Saved data entries
◇ ◇ ◇

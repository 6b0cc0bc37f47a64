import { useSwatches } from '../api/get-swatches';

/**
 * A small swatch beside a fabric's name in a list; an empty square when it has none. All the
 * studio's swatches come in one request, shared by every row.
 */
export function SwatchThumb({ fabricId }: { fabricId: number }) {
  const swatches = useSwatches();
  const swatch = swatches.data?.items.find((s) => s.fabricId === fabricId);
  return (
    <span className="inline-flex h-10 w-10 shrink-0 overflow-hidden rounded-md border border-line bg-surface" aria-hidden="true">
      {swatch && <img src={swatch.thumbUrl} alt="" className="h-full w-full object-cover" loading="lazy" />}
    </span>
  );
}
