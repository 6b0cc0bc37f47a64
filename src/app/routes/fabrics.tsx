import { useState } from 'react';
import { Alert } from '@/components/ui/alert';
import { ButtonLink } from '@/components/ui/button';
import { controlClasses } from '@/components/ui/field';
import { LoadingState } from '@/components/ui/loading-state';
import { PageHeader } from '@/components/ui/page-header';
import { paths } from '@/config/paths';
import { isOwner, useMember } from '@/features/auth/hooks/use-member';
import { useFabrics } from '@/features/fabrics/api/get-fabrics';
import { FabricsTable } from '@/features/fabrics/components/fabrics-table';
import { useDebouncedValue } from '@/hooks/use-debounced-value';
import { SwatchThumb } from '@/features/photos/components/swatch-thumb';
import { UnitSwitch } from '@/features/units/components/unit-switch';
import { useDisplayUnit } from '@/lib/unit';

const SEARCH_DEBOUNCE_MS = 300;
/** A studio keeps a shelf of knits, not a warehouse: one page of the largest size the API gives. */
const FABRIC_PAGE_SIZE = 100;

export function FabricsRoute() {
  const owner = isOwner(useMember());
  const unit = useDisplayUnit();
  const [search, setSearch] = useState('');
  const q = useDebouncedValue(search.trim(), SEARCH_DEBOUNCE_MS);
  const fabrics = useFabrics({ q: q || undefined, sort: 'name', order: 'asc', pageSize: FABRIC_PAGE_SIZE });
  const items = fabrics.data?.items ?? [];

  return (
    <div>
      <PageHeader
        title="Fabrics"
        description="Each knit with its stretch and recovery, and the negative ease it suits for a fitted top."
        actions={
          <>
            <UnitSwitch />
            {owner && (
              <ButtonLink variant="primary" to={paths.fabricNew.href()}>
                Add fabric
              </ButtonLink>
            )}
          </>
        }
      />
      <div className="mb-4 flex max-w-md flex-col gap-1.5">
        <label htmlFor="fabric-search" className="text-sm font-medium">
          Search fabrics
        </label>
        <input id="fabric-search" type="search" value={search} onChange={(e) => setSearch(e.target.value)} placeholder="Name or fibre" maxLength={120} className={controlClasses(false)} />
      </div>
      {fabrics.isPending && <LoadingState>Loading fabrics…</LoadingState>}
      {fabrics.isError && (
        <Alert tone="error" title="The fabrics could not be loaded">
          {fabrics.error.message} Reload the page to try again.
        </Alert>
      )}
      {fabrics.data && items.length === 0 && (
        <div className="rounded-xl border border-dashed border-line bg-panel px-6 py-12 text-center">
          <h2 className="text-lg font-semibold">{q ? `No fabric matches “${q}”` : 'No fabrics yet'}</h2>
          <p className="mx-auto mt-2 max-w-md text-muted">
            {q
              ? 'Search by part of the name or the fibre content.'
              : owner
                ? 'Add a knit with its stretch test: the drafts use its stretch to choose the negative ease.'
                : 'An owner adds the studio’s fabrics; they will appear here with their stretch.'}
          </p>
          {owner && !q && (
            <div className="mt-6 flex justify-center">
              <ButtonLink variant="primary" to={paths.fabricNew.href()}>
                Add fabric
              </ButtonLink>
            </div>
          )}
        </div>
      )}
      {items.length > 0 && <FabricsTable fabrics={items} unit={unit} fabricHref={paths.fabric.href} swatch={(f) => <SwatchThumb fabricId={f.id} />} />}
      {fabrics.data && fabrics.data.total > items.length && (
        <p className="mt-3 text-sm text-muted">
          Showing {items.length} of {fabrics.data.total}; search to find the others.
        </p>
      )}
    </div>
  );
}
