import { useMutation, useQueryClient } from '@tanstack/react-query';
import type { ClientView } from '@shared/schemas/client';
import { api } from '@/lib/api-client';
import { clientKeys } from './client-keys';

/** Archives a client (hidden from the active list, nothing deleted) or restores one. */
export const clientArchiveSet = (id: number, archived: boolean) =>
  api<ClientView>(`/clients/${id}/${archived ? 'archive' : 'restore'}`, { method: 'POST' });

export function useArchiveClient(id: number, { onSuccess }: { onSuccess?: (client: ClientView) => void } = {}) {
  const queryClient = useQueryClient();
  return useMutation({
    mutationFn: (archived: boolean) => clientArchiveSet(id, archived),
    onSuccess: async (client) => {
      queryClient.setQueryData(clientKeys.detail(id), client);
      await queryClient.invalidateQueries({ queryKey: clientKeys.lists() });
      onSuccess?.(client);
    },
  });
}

◇ ◇ ◇

» The task
Return every entry exactly; no line may be missing.

» Task result
repository 6b0cc0bc37f47a64
import { useSwatches } from '../api/get-swatches';

/**
 * A small swatch beside a fabric's name in a list; an empty square when it has none. All the
 * studio's swatches come in one request, shared by every row.
 */
export function SwatchThumb({ fabricId }: { fabricId: number }) {
  const swatches = useSwatches();
  const swatch = swatches.data?.items.find((s) => s.fabricId === fabricId);
  return (
    <span className="inline-flex h-10 w-10 shrink-0 overflow-hidden rounded-md border border-line bg-surface" aria-hidden="true">
      {swatch && <img src={swatch.thumbUrl} alt="" className="h-full w-full object-cover" loading="lazy" />}
    </span>
  );
}
repository 6b0cc0bc37f47a64
filename src/app/routes/fabrics.tsx
import { useState } from 'react';
import { Alert } from '@/components/ui/alert';
import { ButtonLink } from '@/components/ui/button';
import { controlClasses } from '@/components/ui/field';
import { LoadingState } from '@/components/ui/loading-state';
import { PageHeader } from '@/components/ui/page-header';
import { paths } from '@/config/paths';
import { isOwner, useMember } from '@/features/auth/hooks/use-member';
import { useFabrics } from '@/features/fabrics/api/get-fabrics';
import { FabricsTable } from '@/features/fabrics/components/fabrics-table';
import { useDebouncedValue } from '@/hooks/use-debounced-value';
import { SwatchThumb } from '@/features/photos/components/swatch-thumb';
import { UnitSwitch } from '@/features/units/components/unit-switch';
import { useDisplayUnit } from '@/lib/unit';

const SEARCH_DEBOUNCE_MS = 300;
/** A studio keeps a shelf of knits, not a warehouse: one page of the largest size the API gives. */
const FABRIC_PAGE_SIZE = 100;

export function FabricsRoute() {
  const owner = isOwner(useMember());
  const unit = useDisplayUnit();
  const [search, setSearch] = useState('');
  const q = useDebouncedValue(search.trim(), SEARCH_DEBOUNCE_MS);
  const fabrics = useFabrics({ q: q || undefined, sort: 'name', order: 'asc', pageSize: FABRIC_PAGE_SIZE });
  const items = fabrics.data?.items ?? [];

  return (
    <div>
      <PageHeader
        title="Fabrics"
        description="Each knit with its stretch and recovery, and the negative ease it suits for a fitted top."
        actions={
          <>
            <UnitSwitch />
            {owner && (
              <ButtonLink variant="primary" to={paths.fabricNew.href()}>
                Add fabric
              </ButtonLink>
            )}
          </>
        }
      />
      <div className="mb-4 flex max-w-md flex-col gap-1.5">
        <label htmlFor="fabric-search" className="text-sm font-medium">
          Search fabrics
        </label>
        <input id="fabric-search" type="search" value={search} onChange={(e) => setSearch(e.target.value)} placeholder="Name or fibre" maxLength={120} className={controlClasses(false)} />
      </div>
      {fabrics.isPending && <LoadingState>Loading fabrics…</LoadingState>}
      {fabrics.isError && (
        <Alert tone="error" title="The fabrics could not be loaded">
          {fabrics.error.message} Reload the page to try again.
        </Alert>
      )}
      {fabrics.data && items.length === 0 && (
        <div className="rounded-xl border border-dashed border-line bg-panel px-6 py-12 text-center">
          <h2 className="text-lg font-semibold">{q ? `No fabric matches “${q}”` : 'No fabrics yet'}</h2>
          <p className="mx-auto mt-2 max-w-md text-muted">
            {q
              ? 'Search by part of the name or the fibre content.'
              : owner
                ? 'Add a knit with its stretch test: the drafts use its stretch to choose the negative ease.'
                : 'An owner adds the studio’s fabrics; they will appear here with their stretch.'}
          </p>
          {owner && !q && (
            <div className="mt-6 flex justify-center">
              <ButtonLink variant="primary" to={paths.fabricNew.href()}>
                Add fabric
              </ButtonLink>
            </div>
          )}
        </div>
      )}
      {items.length > 0 && <FabricsTable fabrics={items} unit={unit} fabricHref={paths.fabric.href} swatch={(f) => <SwatchThumb fabricId={f.id} />} />}
      {fabrics.data && fabrics.data.total > items.length && (
        <p className="mt-3 text-sm text-muted">
          Showing {items.length} of {fabrics.data.total}; search to find the others.
        </p>
      )}
    </div>
  );
}
import { useMutation, useQueryClient } from '@tanstack/react-query';
import type { ClientView } from '@shared/schemas/client';
import { api } from '@/lib/api-client';
import { clientKeys } from './client-keys';

/** Archives a client (hidden from the active list, nothing deleted) or restores one. */
export const clientArchiveSet = (id: number, archived: boolean) =>
  api<ClientView>(`/clients/${id}/${archived ? 'archive' : 'restore'}`, { method: 'POST' });

export function useArchiveClient(id: number, { onSuccess }: { onSuccess?: (client: ClientView) => void } = {}) {
  const queryClient = useQueryClient();
  return useMutation({
    mutationFn: (archived: boolean) => clientArchiveSet(id, archived),
    onSuccess: async (client) => {
      queryClient.setQueryData(clientKeys.detail(id), client);
      await queryClient.invalidateQueries({ queryKey: clientKeys.lists() });
      onSuccess?.(client);
    },
  });
}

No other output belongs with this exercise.